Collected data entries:
____________________
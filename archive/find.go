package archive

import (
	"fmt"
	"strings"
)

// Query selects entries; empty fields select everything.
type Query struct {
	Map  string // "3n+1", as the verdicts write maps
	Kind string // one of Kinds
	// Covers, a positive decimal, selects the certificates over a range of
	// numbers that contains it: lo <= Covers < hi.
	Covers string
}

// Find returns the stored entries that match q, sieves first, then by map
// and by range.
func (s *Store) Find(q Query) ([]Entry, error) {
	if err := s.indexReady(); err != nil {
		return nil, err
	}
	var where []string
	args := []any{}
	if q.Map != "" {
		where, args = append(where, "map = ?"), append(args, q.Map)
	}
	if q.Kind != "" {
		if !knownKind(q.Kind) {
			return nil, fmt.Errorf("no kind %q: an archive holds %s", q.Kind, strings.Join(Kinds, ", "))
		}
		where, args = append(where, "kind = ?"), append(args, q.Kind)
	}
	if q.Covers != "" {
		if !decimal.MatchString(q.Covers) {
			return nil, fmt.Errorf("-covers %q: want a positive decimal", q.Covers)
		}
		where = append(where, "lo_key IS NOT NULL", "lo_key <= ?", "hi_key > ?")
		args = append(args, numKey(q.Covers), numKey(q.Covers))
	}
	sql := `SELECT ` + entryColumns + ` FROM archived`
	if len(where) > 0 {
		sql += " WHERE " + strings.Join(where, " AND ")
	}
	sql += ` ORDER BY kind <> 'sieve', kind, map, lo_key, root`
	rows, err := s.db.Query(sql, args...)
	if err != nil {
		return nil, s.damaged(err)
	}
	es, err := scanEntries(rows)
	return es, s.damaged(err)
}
____________________
Problem to solve:
Collect each line above holding the string "Join".

The answer:
			return nil, fmt.Errorf("no kind %q: an archive holds %s", q.Kind, strings.Join(Kinds, ", "))
		sql += " WHERE " + strings.Join(where, " AND ")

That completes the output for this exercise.